**Assignment:** Copy each line of the data that has "targetChange" in it.

Records drawn from a dataset
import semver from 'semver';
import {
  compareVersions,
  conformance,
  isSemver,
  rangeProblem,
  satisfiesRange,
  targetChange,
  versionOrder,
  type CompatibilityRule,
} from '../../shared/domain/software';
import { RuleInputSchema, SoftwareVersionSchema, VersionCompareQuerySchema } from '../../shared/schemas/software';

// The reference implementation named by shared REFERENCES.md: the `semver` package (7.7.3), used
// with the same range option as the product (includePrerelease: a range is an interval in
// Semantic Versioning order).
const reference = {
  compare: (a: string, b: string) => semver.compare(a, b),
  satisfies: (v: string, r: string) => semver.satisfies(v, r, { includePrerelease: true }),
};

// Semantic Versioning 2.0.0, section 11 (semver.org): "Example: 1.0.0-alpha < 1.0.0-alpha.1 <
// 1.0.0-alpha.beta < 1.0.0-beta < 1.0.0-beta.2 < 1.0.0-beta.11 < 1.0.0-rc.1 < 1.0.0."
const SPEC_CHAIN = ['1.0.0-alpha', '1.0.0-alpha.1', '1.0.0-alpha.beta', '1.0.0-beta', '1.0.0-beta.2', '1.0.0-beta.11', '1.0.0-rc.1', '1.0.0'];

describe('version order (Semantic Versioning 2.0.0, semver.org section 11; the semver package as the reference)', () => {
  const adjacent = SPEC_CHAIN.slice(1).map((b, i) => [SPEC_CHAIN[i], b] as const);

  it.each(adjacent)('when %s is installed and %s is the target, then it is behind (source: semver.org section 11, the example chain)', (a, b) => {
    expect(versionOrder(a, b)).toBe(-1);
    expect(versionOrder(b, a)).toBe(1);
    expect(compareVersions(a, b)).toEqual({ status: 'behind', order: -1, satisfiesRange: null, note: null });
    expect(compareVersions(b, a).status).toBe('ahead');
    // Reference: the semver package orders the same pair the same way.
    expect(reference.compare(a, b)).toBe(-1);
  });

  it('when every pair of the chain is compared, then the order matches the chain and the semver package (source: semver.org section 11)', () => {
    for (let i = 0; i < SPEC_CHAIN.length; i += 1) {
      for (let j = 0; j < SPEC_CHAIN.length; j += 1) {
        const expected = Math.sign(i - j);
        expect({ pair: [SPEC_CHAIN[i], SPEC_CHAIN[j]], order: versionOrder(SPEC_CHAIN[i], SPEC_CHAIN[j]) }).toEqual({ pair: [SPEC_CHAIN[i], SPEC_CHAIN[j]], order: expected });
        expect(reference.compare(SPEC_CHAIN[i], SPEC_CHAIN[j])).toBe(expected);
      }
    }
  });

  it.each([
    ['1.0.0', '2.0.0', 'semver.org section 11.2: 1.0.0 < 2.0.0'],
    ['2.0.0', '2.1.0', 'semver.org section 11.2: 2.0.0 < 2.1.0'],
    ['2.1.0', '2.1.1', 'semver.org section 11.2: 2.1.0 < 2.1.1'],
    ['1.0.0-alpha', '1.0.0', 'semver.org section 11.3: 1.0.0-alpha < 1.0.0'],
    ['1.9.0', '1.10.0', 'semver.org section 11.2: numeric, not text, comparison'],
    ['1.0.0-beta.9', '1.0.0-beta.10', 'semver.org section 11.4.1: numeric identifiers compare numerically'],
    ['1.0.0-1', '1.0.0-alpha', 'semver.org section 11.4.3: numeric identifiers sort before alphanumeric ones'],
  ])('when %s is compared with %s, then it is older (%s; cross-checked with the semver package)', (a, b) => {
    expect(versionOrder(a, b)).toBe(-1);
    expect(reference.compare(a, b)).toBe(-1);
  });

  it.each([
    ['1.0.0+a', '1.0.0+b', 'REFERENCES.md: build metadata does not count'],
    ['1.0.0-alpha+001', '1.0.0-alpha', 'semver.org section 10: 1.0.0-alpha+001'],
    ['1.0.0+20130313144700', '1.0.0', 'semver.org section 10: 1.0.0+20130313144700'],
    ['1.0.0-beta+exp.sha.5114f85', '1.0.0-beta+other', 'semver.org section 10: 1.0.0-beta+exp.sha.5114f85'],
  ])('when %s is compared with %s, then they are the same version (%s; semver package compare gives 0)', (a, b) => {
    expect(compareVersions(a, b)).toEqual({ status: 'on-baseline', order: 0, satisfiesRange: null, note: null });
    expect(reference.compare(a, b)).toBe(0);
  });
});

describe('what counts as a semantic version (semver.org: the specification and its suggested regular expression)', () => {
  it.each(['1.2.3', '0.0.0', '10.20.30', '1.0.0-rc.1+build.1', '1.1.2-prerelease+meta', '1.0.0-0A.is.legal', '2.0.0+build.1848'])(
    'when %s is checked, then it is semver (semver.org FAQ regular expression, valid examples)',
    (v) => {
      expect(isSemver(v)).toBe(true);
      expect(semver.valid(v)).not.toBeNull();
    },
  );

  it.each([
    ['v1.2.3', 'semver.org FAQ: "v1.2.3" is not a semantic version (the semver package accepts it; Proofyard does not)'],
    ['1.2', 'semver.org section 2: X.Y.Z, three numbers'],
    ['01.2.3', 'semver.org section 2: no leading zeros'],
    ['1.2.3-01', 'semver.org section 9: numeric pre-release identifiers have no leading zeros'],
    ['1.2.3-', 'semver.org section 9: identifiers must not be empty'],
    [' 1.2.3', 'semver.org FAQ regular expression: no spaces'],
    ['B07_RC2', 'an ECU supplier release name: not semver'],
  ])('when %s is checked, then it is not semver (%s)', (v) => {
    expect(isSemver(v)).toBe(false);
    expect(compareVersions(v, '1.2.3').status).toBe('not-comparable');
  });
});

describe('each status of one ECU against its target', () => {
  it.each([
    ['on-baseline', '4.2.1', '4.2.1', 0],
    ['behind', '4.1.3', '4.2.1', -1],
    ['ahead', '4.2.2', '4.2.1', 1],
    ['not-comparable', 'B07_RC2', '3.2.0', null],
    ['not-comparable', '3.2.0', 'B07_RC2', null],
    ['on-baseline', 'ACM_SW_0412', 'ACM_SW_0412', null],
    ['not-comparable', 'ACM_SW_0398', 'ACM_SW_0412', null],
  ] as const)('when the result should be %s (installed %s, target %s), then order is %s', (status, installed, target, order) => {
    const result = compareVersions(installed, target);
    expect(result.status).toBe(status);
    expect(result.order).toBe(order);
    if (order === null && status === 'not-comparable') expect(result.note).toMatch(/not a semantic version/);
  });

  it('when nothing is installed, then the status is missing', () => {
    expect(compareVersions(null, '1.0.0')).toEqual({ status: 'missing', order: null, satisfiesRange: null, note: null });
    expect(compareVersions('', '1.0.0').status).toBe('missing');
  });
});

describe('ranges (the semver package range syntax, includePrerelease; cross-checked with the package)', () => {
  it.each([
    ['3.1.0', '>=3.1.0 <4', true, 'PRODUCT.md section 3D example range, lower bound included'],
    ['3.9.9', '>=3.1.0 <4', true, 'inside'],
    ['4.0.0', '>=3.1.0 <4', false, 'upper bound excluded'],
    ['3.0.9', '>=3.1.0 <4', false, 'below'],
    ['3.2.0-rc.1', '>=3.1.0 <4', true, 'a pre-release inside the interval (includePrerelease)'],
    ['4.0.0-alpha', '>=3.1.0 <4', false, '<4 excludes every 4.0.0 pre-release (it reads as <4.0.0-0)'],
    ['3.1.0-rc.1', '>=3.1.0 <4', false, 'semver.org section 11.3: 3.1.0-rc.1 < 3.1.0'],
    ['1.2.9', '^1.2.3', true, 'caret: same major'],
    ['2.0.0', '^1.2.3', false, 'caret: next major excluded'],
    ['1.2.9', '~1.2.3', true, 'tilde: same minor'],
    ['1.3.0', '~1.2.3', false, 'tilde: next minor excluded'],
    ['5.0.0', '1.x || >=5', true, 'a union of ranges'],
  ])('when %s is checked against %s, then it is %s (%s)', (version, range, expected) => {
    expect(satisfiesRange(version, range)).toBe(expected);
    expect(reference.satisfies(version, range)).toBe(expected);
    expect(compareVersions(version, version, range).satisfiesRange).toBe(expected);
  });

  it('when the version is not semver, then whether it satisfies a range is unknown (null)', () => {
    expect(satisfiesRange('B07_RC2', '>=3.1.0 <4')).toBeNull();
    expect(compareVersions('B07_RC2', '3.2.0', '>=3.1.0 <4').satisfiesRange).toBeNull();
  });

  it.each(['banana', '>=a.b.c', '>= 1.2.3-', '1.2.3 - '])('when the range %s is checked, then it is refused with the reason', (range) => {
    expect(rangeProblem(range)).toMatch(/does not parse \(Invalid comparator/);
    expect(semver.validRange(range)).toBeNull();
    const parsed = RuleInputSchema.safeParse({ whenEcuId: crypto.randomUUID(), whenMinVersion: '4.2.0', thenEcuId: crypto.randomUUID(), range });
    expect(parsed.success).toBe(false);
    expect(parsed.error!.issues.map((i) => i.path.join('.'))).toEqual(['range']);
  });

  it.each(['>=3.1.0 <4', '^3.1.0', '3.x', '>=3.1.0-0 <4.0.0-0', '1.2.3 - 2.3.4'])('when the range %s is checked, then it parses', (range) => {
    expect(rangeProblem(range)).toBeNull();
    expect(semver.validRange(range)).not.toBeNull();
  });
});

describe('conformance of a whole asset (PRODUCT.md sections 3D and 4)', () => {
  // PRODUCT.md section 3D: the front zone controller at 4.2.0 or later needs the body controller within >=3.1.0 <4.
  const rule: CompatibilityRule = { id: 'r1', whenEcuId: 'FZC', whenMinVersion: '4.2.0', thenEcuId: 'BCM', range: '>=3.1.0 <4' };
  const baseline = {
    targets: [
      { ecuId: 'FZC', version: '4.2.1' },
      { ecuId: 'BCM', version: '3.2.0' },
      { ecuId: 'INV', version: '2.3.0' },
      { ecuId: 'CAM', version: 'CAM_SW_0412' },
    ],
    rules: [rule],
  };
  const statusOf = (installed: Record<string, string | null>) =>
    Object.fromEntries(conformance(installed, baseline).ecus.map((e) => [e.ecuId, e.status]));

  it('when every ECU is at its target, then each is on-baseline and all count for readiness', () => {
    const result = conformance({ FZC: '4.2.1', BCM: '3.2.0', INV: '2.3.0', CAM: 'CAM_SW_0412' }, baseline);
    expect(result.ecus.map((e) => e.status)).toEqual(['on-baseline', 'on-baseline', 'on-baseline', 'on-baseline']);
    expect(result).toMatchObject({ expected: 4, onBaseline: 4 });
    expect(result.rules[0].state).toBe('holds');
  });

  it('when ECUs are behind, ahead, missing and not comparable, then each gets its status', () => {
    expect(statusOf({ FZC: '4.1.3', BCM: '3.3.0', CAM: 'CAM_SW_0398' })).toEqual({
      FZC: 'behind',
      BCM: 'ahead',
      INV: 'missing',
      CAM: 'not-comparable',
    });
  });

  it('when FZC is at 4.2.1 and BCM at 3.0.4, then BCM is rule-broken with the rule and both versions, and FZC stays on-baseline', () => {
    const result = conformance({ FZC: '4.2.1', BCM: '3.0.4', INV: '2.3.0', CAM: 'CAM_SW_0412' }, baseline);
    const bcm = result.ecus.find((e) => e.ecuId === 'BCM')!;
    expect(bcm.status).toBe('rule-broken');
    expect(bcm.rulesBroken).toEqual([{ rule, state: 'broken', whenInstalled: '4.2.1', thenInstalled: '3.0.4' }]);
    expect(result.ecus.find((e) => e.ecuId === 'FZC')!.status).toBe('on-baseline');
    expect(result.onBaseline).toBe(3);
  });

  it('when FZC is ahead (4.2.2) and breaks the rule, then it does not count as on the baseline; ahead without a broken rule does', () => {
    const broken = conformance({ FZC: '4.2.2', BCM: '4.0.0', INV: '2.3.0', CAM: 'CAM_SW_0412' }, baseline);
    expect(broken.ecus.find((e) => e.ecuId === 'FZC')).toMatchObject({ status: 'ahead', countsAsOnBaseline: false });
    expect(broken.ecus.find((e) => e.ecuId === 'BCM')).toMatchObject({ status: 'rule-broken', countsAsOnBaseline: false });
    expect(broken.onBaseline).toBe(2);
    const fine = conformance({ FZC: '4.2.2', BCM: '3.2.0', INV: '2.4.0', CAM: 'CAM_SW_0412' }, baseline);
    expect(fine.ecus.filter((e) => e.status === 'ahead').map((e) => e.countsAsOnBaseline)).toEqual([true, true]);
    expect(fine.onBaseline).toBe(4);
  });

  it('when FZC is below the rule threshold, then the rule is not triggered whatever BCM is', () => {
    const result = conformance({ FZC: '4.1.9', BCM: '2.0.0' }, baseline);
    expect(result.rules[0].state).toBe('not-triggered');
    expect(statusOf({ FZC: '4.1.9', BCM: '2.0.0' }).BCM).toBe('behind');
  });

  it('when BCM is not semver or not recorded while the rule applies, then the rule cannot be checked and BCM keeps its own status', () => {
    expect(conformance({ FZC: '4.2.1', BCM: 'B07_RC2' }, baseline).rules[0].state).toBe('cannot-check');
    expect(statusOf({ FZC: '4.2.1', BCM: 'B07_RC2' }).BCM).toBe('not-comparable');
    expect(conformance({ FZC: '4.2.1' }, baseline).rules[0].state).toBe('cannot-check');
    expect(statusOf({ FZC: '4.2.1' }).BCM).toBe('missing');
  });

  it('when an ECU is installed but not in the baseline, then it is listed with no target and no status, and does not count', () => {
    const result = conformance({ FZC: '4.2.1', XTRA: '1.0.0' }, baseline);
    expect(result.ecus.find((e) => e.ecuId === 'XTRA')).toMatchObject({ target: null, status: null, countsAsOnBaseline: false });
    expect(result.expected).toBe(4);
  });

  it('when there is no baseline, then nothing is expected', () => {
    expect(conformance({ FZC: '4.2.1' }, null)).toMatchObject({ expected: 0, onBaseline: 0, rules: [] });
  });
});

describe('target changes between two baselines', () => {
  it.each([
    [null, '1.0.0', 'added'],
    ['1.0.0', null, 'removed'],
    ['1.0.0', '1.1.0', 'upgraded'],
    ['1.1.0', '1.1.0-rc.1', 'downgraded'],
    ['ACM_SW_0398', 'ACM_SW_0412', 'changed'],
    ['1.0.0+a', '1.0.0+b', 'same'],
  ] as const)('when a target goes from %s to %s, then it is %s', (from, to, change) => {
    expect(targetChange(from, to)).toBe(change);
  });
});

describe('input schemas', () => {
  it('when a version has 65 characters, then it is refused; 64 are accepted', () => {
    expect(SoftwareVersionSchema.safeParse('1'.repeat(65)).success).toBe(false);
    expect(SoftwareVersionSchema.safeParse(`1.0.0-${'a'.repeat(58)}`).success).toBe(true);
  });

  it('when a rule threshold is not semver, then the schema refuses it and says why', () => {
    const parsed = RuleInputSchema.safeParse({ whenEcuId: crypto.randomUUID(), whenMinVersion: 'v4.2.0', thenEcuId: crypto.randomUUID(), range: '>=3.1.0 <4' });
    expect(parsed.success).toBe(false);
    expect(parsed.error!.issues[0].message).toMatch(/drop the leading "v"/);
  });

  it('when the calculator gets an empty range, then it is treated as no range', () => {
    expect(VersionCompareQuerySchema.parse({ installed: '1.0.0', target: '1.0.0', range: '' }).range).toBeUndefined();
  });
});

**Response to the exercise:**
  targetChange,
    expect(targetChange(from, to)).toBe(change);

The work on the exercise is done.